Microsoft: Keine AR- und VR-Pläne für die Xbox


Mit Holo Lens zählt Microsoft zu den Vorreitern im Bereich Virtual Reality, beziehungsweise eher Mixed Reality, die Grenzen sind bei diesen virtuellen Geschichten ja fließend. In einem Interview mit GamesIndustry.biz erklärte Microsoft Chief Marketing Officer Mike Nichols nun ein bisschen die Pläne von Microsoft im Bezug auf Xbox. Interessanterweise beinhalten jene Pläne weder VR noch AR – das sei schlichtweg nicht für die Xbox geeignet, so die Aussage.
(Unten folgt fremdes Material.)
"""The lines of a molfile record checked one by one, so that a fault can be named by its line."""

from collections.abc import Iterator, Sequence

from plumbrule_core.elements import ELEMENTS
from plumbrule_core.geometry.draft import HEAVY_HYDROGEN, Faulty, check_size, coordinate, symbol_of

COUNTS_LINE = 3
"""The counts line stands fourth."""
V30 = "M  V30 "


def labels_of(lines: Sequence[str], start: int, faults: Faulty) -> list[str]:
    """The atom labels of a record whose first line has number `start`; what is wrong goes to `faults`."""
    counts = lines[COUNTS_LINE].rstrip() if len(lines) > COUNTS_LINE else ""
    if counts.endswith("V2000"):
        return _labels_v2000(lines, start, faults)
    if counts.endswith("V3000"):
        return _labels_v3000(lines, start, faults)
    faults.add(start + COUNTS_LINE, "should be the counts line, which ends in V2000 or V3000")
    return []


def _labels_v2000(lines: Sequence[str], start: int, faults: Faulty) -> list[str]:
    try:
        atoms, bonds = (_count(lines[COUNTS_LINE][at : at + 3]) for at in (0, 3))
    except ValueError as error:
        faults.add(start + COUNTS_LINE, f"should begin with the numbers of atoms and bonds: {error}")
        return []
    check_size(atoms)
    first = COUNTS_LINE + 1
    if atoms == 0:
        faults.add(start + COUNTS_LINE, "announces no atoms")
    if len(lines) < first + atoms + bonds:
        faults.add(
            start + COUNTS_LINE,
            f"announces {atoms} atoms and {bonds} bonds, but {len(lines) - first} lines follow",
        )
        return []
    rows = lines[first : first + atoms]
    places = [[row[column : column + 10].strip() for column in (0, 10, 20)] for row in rows]
    labels = [
        _checked(row[31:34].strip(), place, start + first + at, faults)
        for at, (row, place) in enumerate(zip(rows, places, strict=True))
    ]
    for at in range(first + atoms, first + atoms + bonds):
        ends = [lines[at][column : column + 3].strip() for column in (0, 3)]
        _check_bond(ends, places, start + at, faults)
    return labels


def _labels_v3000(lines: Sequence[str], start: int, faults: Faulty) -> list[str]:
    rows = list(_v30_rows(lines))
    labels: list[str] = []
    block = ""
    for at, row in rows:
        fields = row.split()
        if fields[:1] == ["BEGIN"] and len(fields) > 1:
            block = fields[1]
        elif fields[:1] == ["END"]:
            block = ""
        elif block == "ATOM":
            labels.append(_checked(fields[1] if len(fields) > 1 else "", fields[2:5], start + at, faults))
    check_size(len(labels))
    if not labels and not faults.said:
        faults.add(start + COUNTS_LINE, "announces V3000, but no atom block follows")
    return labels


def _v30_rows(lines: Sequence[str]) -> Iterator[tuple[int, str]]:
    """The rows of a V3000 record with the place of their first line; '-' at the end goes on in the next."""
    held, place = "", 0
    for at, line in enumerate(lines):
        if not line.startswith(V30):
            continue
        place = place if held else at
        text = line[len(V30) :].rstrip()
        if text.endswith("-"):
            held += text[:-1]
            continue
        yield place, held + text
        held = ""


def _count(text: str) -> int:
    if not (text.strip().isascii() and text.strip().isdigit()):
        raise ValueError(f"'{text}' is not a number")
    return int(text)


def _checked(label: str, position: Sequence[str], line: int, faults: Faulty) -> str:
    try:
        if len(position) < 3:
            raise ValueError("an atom needs three coordinates and a symbol")
        for text in position:
            coordinate(text)
        symbol = symbol_of(label) if not label.isdigit() else ""
        if label not in ELEMENTS and label not in HEAVY_HYDROGEN:
            raise ValueError(
                f"'{label[:20]}' is not how an element is written here" + (f"; {symbol} is" * bool(symbol))
            )
    except ValueError as error:
        faults.add(line, str(error))
    return label


def _check_bond(ends: Sequence[str], places: Sequence[Sequence[str]], line: int, faults: Faulty) -> None:
    try:
        first, second = (_count(text) for text in ends)
    except ValueError as error:
        faults.add(line, f"a bond names two atoms by number: {error}")
        return
    atoms = len(places)
    if not (1 <= first <= atoms and 1 <= second <= atoms and first != second):
        faults.add(line, f"a bond of atoms {first} and {second} cannot be; atoms are numbered 1 to {atoms}")
    elif places[first - 1] == places[second - 1]:
        faults.add(line, f"a bond of atoms {first} and {second} cannot be; they stand in one place")
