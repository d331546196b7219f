"""How a task converges, live: the change of energy and the residual, each on a logarithmic scale."""

import math
from typing import Any

import numpy as np
import pyqtgraph as pg
from PySide6.QtCore import QEvent, QSize, Qt, Signal
from PySide6.QtGui import QColor, QFont, QKeyEvent
from PySide6.QtWidgets import QWidget

from plumbrule_desktop.look import colours
from plumbrule_desktop.plots.pace import Pace
from plumbrule_desktop.plots.series import Convergence, Curve, Numbers, convergence

RAISED = str.maketrans("-0123456789", "\u207b\u2070\u00b9\u00b2\u00b3\u2074\u2075\u2076\u2077\u2078\u2079")
FIRST_WIDTH = 10
"""The scale shows so many iterations before it is first widened."""


class PowerAxis(pg.AxisItem):
    """An axis of decimal logarithms, labelled as powers of ten."""

    def tickSpacing(self, low: float, high: float, size: float) -> list[tuple[float, float]]:
        """Whole powers, no more than the height has room for."""
        room = max(1, int(size // 26))
        return [(max(1.0, math.ceil((high - low) / room)), 0.0)]

    def tickStrings(self, values: list[float], scale: float, spacing: float) -> list[str]:
        """`10⁻⁶`."""
        return ["10" + f"{value:.0f}".translate(RAISED) for value in values]


class _Track:
    """One curve with its goal, in one plot of the two."""

    def __init__(self, layout: pg.GraphicsLayoutWidget, row: int, symbol: str, title: str) -> None:
        self._title = title
        self.plot = layout.addPlot(row=row, col=0, axisItems={"left": PowerAxis("left")}, enableMenu=False)
        self.plot.setMouseEnabled(False, False)
        self.plot.hideButtons()
        self.plot.disableAutoRange()
        self.plot.showGrid(x=False, y=True, alpha=0.25)
        self.plot.getAxis("left").setWidth(52)
        self.curve = self.plot.plot(symbol=symbol, symbolSize=6, antialias=True)
        self.curve.opts["useCache"] = False  # else a saved drawing holds its points as pixels
        self.goal = pg.InfiniteLine(angle=0)
        self.cursor = pg.InfiniteLine(angle=90)
        for line in (self.goal, self.cursor):
            line.setVisible(False)
            self.plot.addItem(line)

    def wear(self, widget: QWidget, colour: str) -> None:
        """The colours of the palette."""
        c = colours(widget)
        for side in ("left", "bottom"):
            axis = self.plot.getAxis(side)
            axis.setPen(pg.mkPen(c.line))
            axis.setTextPen(pg.mkPen(c.muted))
            axis.setTickFont(_small(widget.font()))
        self.plot.setTitle(self._title, color=c.text, size="9pt", justify="left")
        self.curve.setPen(pg.mkPen(colour, width=2))
        self.curve.setSymbolPen(pg.mkPen(colour))
        self.curve.setSymbolBrush(pg.mkBrush(c.surface))
        self.goal.setPen(pg.mkPen(c.sound, width=1.5, style=Qt.PenStyle.DashLine))
        self.cursor.setPen(pg.mkPen(c.muted, width=1))

    def show(self, curve: Curve, iterations: int) -> None:
        """New data; the scale is widened in steps, never at every point."""
        self.curve.setData(curve.x, curve.y)
        self.goal.setVisible(curve.goal is not None)
        if curve.goal is not None:
            self.goal.setValue(curve.goal)
        low, high = _decades(curve)
        self.plot.setYRange(low, high, padding=0)
        self.plot.setXRange(0, _wide(iterations), padding=0.01)


class ConvergencePlot(pg.GraphicsLayoutWidget):
    """Left and Right step through the iterations; `detail` says the numbers of the one stepped to."""

    detail = Signal(str)

    def __init__(self, parent: QWidget | None = None) -> None:
        super().__init__(parent)
        self.setAccessibleName("Convergence of the chosen task")
        self.setFocusPolicy(Qt.FocusPolicy.StrongFocus)
        self.setMinimumHeight(215)
        self.setFrameStyle(0)
        self.setCacheMode(self.CacheModeFlag.CacheNone)  # else a saved drawing holds its ground as pixels
        self._data = convergence(())
        self._at = 0
        self._tracks = (
            _Track(self, 0, "o", "Change of energy, hartree"),
            _Track(self, 1, "t", "Residual norm"),
        )
        self._tracks[0].plot.getAxis("bottom").setStyle(showValues=False)
        self._tracks[1].plot.setLabel("bottom", "Iteration")
        self._pace = Pace(self, self._redraw)
        self._wear()
        self.show_data(self._data)

    def sizeHint(self) -> QSize:
        """No more than it needs: the page decides how much room there is."""
        return QSize(400, 215)

    def show_data(self, data: Convergence) -> None:
        """Show this trace."""
        self._data = data
        self._at = min(self._at, len(data.energies))
        self.setAccessibleDescription(data.says())
        self._pace.ask()

    def numbers(self) -> Numbers:
        """The picture as a table."""
        return self._data.numbers()

    def says(self) -> str:
        """The picture in words."""
        return self._data.says()

    def step_to(self, iteration: int) -> None:
        """Mark an iteration, 0 for none."""
        self._at = max(0, min(iteration, len(self._data.energies)))
        for track in self._tracks:
            track.cursor.setVisible(self._at > 0)
            track.cursor.setValue(self._at)
        self.detail.emit(self._words() if self._at else "")

    def _words(self) -> str:
        row = self._data.numbers().rows[self._at - 1]
        change = f", change {row[2]} hartree" if row[2] else ""
        residual = f", residual {row[3]}" if row[3] else ""
        return f"Iteration {row[0]}: {row[1]} hartree{change}{residual}"

    def _redraw(self) -> None:
        count = len(self._data.energies)
        has_residual = bool(len(self._data.residual.y))
        self._tracks[0].show(self._data.change, count)
        self._tracks[1].show(self._data.residual, count)
        self._tracks[1].plot.setVisible(has_residual)
        self._tracks[0].plot.getAxis("bottom").setStyle(showValues=not has_residual)

    def _wear(self) -> None:
        c = colours(self)
        self.setBackground(QColor(c.surface))
        self._tracks[0].wear(self, c.accent)
        self._tracks[1].wear(self, c.care)

    def changeEvent(self, event: QEvent) -> None:
        """Follow the palette."""
        super().changeEvent(event)
        if event.type() == QEvent.Type.PaletteChange and hasattr(self, "_tracks"):
            self._wear()

    def keyPressEvent(self, event: QKeyEvent) -> None:
        """Step through the iterations."""
        steps: dict[Any, int] = {
            Qt.Key.Key_Left: self._at - 1,
            Qt.Key.Key_Right: self._at + 1,
            Qt.Key.Key_Home: 1,
            Qt.Key.Key_End: len(self._data.energies),
            Qt.Key.Key_Escape: 0,
        }
        if event.key() in steps and self._data.energies:
            least = 0 if event.key() == Qt.Key.Key_Escape else 1
            self.step_to(max(least, steps[event.key()]))
            return
        super().keyPressEvent(event)


def _decades(curve: Curve) -> tuple[float, float]:
    values = [*(() if not len(curve.y) else (float(np.min(curve.y)), float(np.max(curve.y))))]
    values += [curve.goal] if curve.goal is not None else []
    if not values:
        return -8.0, 0.0
    low, high = math.floor(min(values)), math.ceil(max(values))
    return low - 0.5, max(high, low + 1) + 0.3


def _wide(iterations: int) -> int:
    return max(FIRST_WIDTH, math.ceil(iterations / 10) * 10)


def _small(font: QFont) -> QFont:
    small = QFont()
    if font.pointSize() > 0:
        small.setPointSize(max(7, font.pointSize() - 1))
    return small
Das liegt vor allem an der Geschwindigkeit der Entwicklung, das ließe sich laut Nichols auf einem PC einfach praktischer vollziehen. Für Augmented Reality sieht er beispielsweise Smartphones als das passende Mittel. Und die Xbox soll eben auch weiterhin für Inhalte zur Verfügung stehen, die man auf dem Fernseher konsumiert. Und diese TV-Erlbebnisse möchte Microsoft künftig breiter aufstellen:

„We don’t have any plans specific to Xbox consoles in virtual reality or mixed reality,“ Nichols said. „Our perspective on it has been and continues to be that the PC is probably the best platform for more immersive VR and MR. As an open platform, it just allows faster, more rapid iteration. There are plenty of companies investing in it in the hardware side and the content side, or some combination therein. Obviously on phones, augmented reality is a good scenario as well that’s going to grow. But as it relates to Xbox, no. Our focus is primarily on experiences you would play on your TV, and ultimately we’d like to make those experiences more broadly.“

In dem Interview geht Nichols auch auf die Übernahmen durch Microsoft Studios ein, ein Umstand, der bei Nutzern nicht nur positiv ankommt. Nichols begründet dies mit der Strategie, für alle Plattformen die passenden Angebote präsentieren zu können. Der Nutzer soll mit den Leuten spielen können, mit denen er möchte, unabhängig vom verwendeten Gerät.

Und so kommt es eben auch zustande, dass Microsoft mal einen Titel bringt, der nur für Mobilgeräte ist. Den Nutzer interessiert es schlichtweg nicht, ob es da technische Probleme geben könnte, er will auf allen Geräten unterhalten werden. Interessant ist aber auch, dass der neu angekündigte Streaming-Service für Games laut Nichols eben nicht das viel zitierte „Netflix für Spiele“ ist. Denn der Ansatz sei ein anderer.

Beim Gamning sieht es nämlich so aus, dass man einen Spieler mit einem Game nur abholen muss, danach ist er oftmals auch bereit, weiter in ein Game zu investieren. Bei reinem Inhalte-Konsum entfällt dieser Schritt. Das sei aber auch nur ein Unterschied in den Modellen. Auf jeden Fall sollen Gamer – egal auf welcher Plattform – mehr und mehr zusammenfinden. Das sieht man heute schon vereinzelt, so lange wird das aber nicht mehr dauern, bis das dann gang und gäbe ist.